*REQUIREMENT*. The answer is a stretch of the material below, returned exactly: the line containing "from sklearn.utils._param_validation import", the line containing "from mfeat._haralick import", and all lines between.

*ENTRIES SHOWN*.

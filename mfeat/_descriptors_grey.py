"""Descriptors that count grey values: histogram, local binary patterns, co-occurrence."""

import math
from numbers import Integral
from typing import ClassVar

import numpy as np
from scipy import ndimage
from sklearn.utils._param_validation import Interval, StrOptions

from mfeat import _checks
from mfeat._descriptor_base import (
    TextureDescriptor,
    binned,
    flattened,
    positive_integers,
    ranked,
    standardised,
)
from mfeat._haralick import HARALICK, cooccurrences, haralick_features

# Standardised values beyond three deviations share the outermost bins.
_REACH = 3.0

# What still counts as equal, in standard deviations: far above the rounding of standardised and
# interpolated pixels, far below any difference between stored pixels.
_TIE = 1e-9


class GreyHistogram(TextureDescriptor):
    """Histogram of grey values.

    Parameters
    ----------
    bins : int, default 32
        Number of bins, 2 to 4096.
    scaling : {"standard", "range"}, default "standard"
        "standard": bins span three standard deviations of each patch about its mean, so only the
        histogram's shape counts. "range": bins span the central 99 % of the training patches'
        values, learned in `fit`, so brightness and contrast count. Values outside fall into the
        outermost bins.
    location_scale : bool, default True
        Whether the vector begins with mean and standard deviation of the patch.
    missing : {"error", "nearest"}, default "error"
        What becomes of missing pixels: a ValueError, or the value of the nearest valid pixel.
    n_jobs : int, optional
        Number of joblib threads; None is 1 unless in a joblib context, -1 all processors.

    Attributes
    ----------
    range_ : (float, float)
        Learned range of values, with scaling "range".

    Examples
    --------
    >>> import numpy as np
    >>> from mfeat.descriptors import GreyHistogram
    >>> patches = np.arange(64).reshape(1, 8, 8)
    >>> GreyHistogram(bins=4, scaling="range", location_scale=False).fit_transform(patches)
    array([[0.25, 0.25, 0.25, 0.25]], dtype=float32)
    """

    _parameter_constraints: ClassVar[dict] = {
        **TextureDescriptor._parameter_constraints,
        "bins": [Interval(Integral, 2, 4096, closed="both")],
        "scaling": [StrOptions({"range", "standard"})],
    }

    def __init__(
        self, bins=32, scaling="standard", location_scale=True, missing="error", n_jobs=None
    ):
        self.bins = bins
        self.scaling = scaling
        self.location_scale = location_scale
        self.missing = missing
        self.n_jobs = n_jobs

    def _learns(self) -> bool:
        return self.scaling == "range"

    def _smallest_side(self) -> int:
        return 2

    def _names(self) -> list[str]:
        digits = len(str(self.bins - 1))
        return [f"grey_{k:0{digits}d}" for k in range(self.bins)]

    def _describe(self, pixels: np.ndarray) -> np.ndarray:
        if self.scaling == "range":
            return histograms(binned(pixels, *self.range_, self.bins), self.bins)
        return histograms(standard_bins(pixels, self.bins), self.bins)


class LocalBinaryPatterns(TextureDescriptor):
    """Rotation-invariant uniform local binary patterns at several radii, with magnitudes.

    Each pixel is compared with points on a circle around it, bilinearly interpolated. Uniform
    patterns (at most two changes around the circle) count by their number of ones, all others
    together (Ojala, Pietikäinen and Mäenpää 2002). The completed patterns of Guo, Zhang and Zhang
    (2010) compare the size of each difference with its mean over the patch as well; counted jointly
    they carry contrast, which sign patterns lack. Larger circles are taken on smoothed patches, so
    that each point stands for the pixels around it (Mäenpää and Pietikäinen 2003).

    Patches are standardised; pixels closer to the border than the radius are no centres.

    Parameters
    ----------
    radii : tuple of int, default (1, 2, 3, 5)
        Radii of the circles in pixels, ascending.
    points : tuple of int, default (8, 8, 8, 8)
        Number of points on each circle, 4 to 32.
    smooth : tuple of float, default (0, 0.8, 1.2, 2)
        Standard deviation in pixels of the Gaussian that smooths the patch for each radius; 0 for
        none.
    magnitudes : {"none", "beside", "joint"}, default "joint"
        Whether patterns of magnitudes are left out (points + 2 numbers a radius), counted beside
        those of signs (twice as many), or jointly with them ((points + 2)² numbers).
    location_scale : bool, default True
        Whether the vector begins with mean and standard deviation of the patch.
    missing : {"error", "nearest"}, default "error"
        What becomes of missing pixels: a ValueError, or the value of the nearest valid pixel.
    n_jobs : int, optional
        Number of joblib threads; None is 1 unless in a joblib context, -1 all processors.

    Examples
    --------
    >>> import numpy as np
    >>> from mfeat.descriptors import LocalBinaryPatterns
    >>> patches = np.random.default_rng(0).integers(0, 256, size=(5, 64, 64), dtype=np.uint8)
    >>> LocalBinaryPatterns().fit_transform(patches).shape
    (5, 402)
    """

    _parameter_constraints: ClassVar[dict] = {
        **TextureDescriptor._parameter_constraints,
        "radii": [tuple, list],
        "points": [tuple, list],
        "smooth": [tuple, list],
        "magnitudes": [StrOptions({"none", "beside", "joint"})],
    }

    def __init__(
        self,
        radii=(1, 2, 3, 5),
        points=(8, 8, 8, 8),
        smooth=(0, 0.8, 1.2, 2),
        magnitudes="joint",
        location_scale=True,
        missing="error",
        n_jobs=None,
    ):
        self.radii = radii
        self.points = points
        self.smooth = smooth
        self.magnitudes = magnitudes
        self.location_scale = location_scale
        self.missing = missing
        self.n_jobs = n_jobs

    def _check_settings(self) -> None:
        positive_integers("radii", self.radii)
        for k, number in enumerate(self.points):
            _checks.integer(f"points[{k}]", number, minimum=4, maximum=32)
        for k, scale in enumerate(self.smooth):
            _checks.real(f"smooth[{k}]", scale, minimum=0.0)
        for name, given in (("points", self.points), ("smooth", self.smooth)):
            if len(given) != len(self.radii):
                raise ValueError(
                    f"{name} must hold one number for each of the {len(self.radii)} radii; got "
                    f"{given!r}"
                )

    def _smallest_side(self) -> int:
        return 2 * self.radii[-1] + 1

    def _names(self) -> list[str]:
        names = []
        for radius, points in zip(self.radii, self.points, strict=True):
            codes = [f"{code:02d}" for code in range(points + 2)]
            start = f"lbp_r{radius:02d}"
            if self.magnitudes == "joint":
                names += [f"{start}_sign_{s}_magnitude_{m}" for s in codes for m in codes]
                continue
            names += [f"{start}_sign_{s}" for s in codes]
            if self.magnitudes == "beside":
                names += [f"{start}_magnitude_{m}" for m in codes]
        return names

    def _describe(self, pixels: np.ndarray) -> np.ndarray:
        pixels = standardised(pixels)
        found = []
        for radius, points, scale in zip(self.radii, self.points, self.smooth, strict=True):
            smooth = ndimage.gaussian_filter(pixels, scale, axes=(1, 2)) if scale else pixels
            differences = neighbour_differences(smooth, radius, points)
            signs = uniform_codes(differences >= -_TIE)
            if self.magnitudes == "none":
                found.append(histograms(signs, points + 2))
                continue
            sizes = np.abs(differences)
            usual = flattened(sizes.mean(axis=0)).mean(axis=1)[:, None, None]
            strong = uniform_codes(sizes >= usual - _TIE)
            if self.magnitudes == "joint":
                found.append(histograms(signs * (points + 2) + strong, (points + 2) ** 2))
            else:
                found += [histograms(signs, points + 2), histograms(strong, points + 2)]
        return np.concatenate(found, axis=1)


class CoOccurrence(TextureDescriptor):
    """Haralick's features of grey-level co-occurrence matrices.

    Symmetric matrices of four angles at several distances; of each, the features f1 to f13 of
    Haralick, Shanmugam and Dinstein (1973); of these, mean and range over the angles, as they
    propose against rotation. (f14 is left out, as is common practice: an eigenvalue that is not
    stable.) Distances along diagonals are rounded to whole pixels, so distance 2 is the neighbour
    at (1, 1) there.

    Parameters
    ----------
    levels : int, default 16
        Number of grey levels, 2 to 256.
    distances : tuple of int, default (1, 2, 4, 8)
        Distances of pixel pairs, ascending.
    quantisation : {"standard", "rank", "range"}, default "standard"
        "standard": levels span three standard deviations of each patch about its mean; gain and
        offset do not matter. "rank": all levels have about as many pixels of the patch (the
        authors' equal-probability quantising); increasing tone changes do not matter. "range":
        levels span the central 99 % of the training patches' values, learned in `fit`. Values
        outside fall into the outermost levels.
    location_scale : bool, default True
        Whether the vector begins with mean and standard deviation of the patch.
    missing : {"error", "nearest"}, default "error"
        What becomes of missing pixels: a ValueError, or the value of the nearest valid pixel.
    n_jobs : int, optional
        Number of joblib threads; None is 1 unless in a joblib context, -1 all processors.

    Attributes
    ----------
    range_ : (float, float)
        Learned range of values, with quantisation "range".

    Examples
    --------
    >>> import numpy as np
    >>> from mfeat.descriptors import CoOccurrence
    >>> patches = np.random.default_rng(0).integers(0, 256, size=(5, 64, 64), dtype=np.uint8)
    >>> descriptor = CoOccurrence(distances=(1, 2)).fit(patches)
    >>> descriptor.transform(patches).shape
    (5, 54)
    >>> str(descriptor.get_feature_names_out()[3])
    'cooccurrence_d01_contrast_mean'
    """

    _parameter_constraints: ClassVar[dict] = {
        **TextureDescriptor._parameter_constraints,
        "levels": [Interval(Integral, 2, 256, closed="both")],
        "distances": [tuple, list],
        "quantisation": [StrOptions({"range", "standard", "rank"})],
    }

    def __init__(
        self,
        levels=16,
        distances=(1, 2, 4, 8),
        quantisation="standard",
        location_scale=True,
        missing="error",
        n_jobs=None,
    ):
        self.levels = levels
        self.distances = distances
        self.quantisation = quantisation
        self.location_scale = location_scale
        self.missing = missing
        self.n_jobs = n_jobs

    def _check_settings(self) -> None:
        positive_integers("distances", self.distances)

    def _learns(self) -> bool:
        return self.quantisation == "range"

    def _smallest_side(self) -> int:
        return max(self.distances[-1] + 1, 2)

    def _names(self) -> list[str]:
        return [
            f"cooccurrence_d{distance:02d}_{feature}_{over}"
            for distance in self.distances
            for over in ("mean", "range")
            for feature in HARALICK
        ]

    def _describe(self, pixels: np.ndarray) -> np.ndarray:
        if self.quantisation == "rank":
            grey = ranked(pixels, self.levels)
        elif self.quantisation == "range":
            grey = binned(pixels, *self.range_, self.levels)
        else:
            grey = standard_bins(pixels, self.levels)
        rows = []
        for image in grey:  # singly, for the matrices of many levels are large
            features = haralick_features(cooccurrences(image, self.distances, self.levels))
            summary = [features.mean(axis=1), features.max(axis=1) - features.min(axis=1)]
            rows.append(np.stack(summary, axis=1).ravel())
        return np.array(rows)


def standard_bins(pixels: np.ndarray, bins: int) -> np.ndarray:
    """Return bins over three standard deviations about the mean of each patch of (n, h, w).

    They lie a little low, or rounding would tell on which side a pixel that equals the mean falls.
    """
    return binned(standardised(pixels), -_REACH - _TIE, _REACH - _TIE, bins)


def histograms(bins: np.ndarray, number: int) -> np.ndarray:
    """Return relative frequencies (n, number) of the bins of each image of (n, h, w)."""
    bins = flattened(bins)
    apart = bins + number * np.arange(len(bins))[:, None]
    counts = np.bincount(apart.ravel(), minlength=number * len(bins))
    return counts.reshape(len(bins), number) / bins.shape[1]


def neighbour_differences(pixels: np.ndarray, radius: int, points: int) -> np.ndarray:
    """Return points on a circle minus its centre, as (points, n, h - 2 radius, w - 2 radius).

    The bilinear interpolation is that of differences, not of pixels, so equal pixels give exact
    zeros. Points start to the right and turn against the clock.
    """
    rows, cols = pixels.shape[1] - 2 * radius, pixels.shape[2] - 2 * radius
    centre = pixels[:, radius : radius + rows, radius : radius + cols]
    out = np.zeros((points, *centre.shape))
    for k in range(points):
        angle = 2 * math.pi * k / points
        # rounded so that points on the axes are pixels and their neighbours have equal weights
        row, col = round(-radius * math.sin(angle), 5), round(radius * math.cos(angle), 5)
        top, left = math.floor(row), math.floor(col)
        for i, down in ((top, 1 - (row - top)), (top + 1, row - top)):
            for j, right in ((left, 1 - (col - left)), (left + 1, col - left)):
                if down * right > 0:
                    r, c = radius + i, radius + j
                    out[k] += down * right * (pixels[:, r : r + rows, c : c + cols] - centre)
    return out


def uniform_codes(bits: np.ndarray) -> np.ndarray:
    """Return rotation-invariant uniform codes, 0 to points + 1, of bits (points, ...)."""
    points = len(bits)
    changes = (bits != np.roll(bits, 1, axis=0)).sum(axis=0, dtype=np.intp)
    return np.where(changes <= 2, bits.sum(axis=0, dtype=np.intp), points + 1)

*SOLUTION TO THE PROBLEM*.
from sklearn.utils._param_validation import Interval, StrOptions

from mfeat import _checks
from mfeat._descriptor_base import (
    TextureDescriptor,
    binned,
    flattened,
    positive_integers,
    ranked,
    standardised,
)
from mfeat._haralick import HARALICK, cooccurrences, haralick_features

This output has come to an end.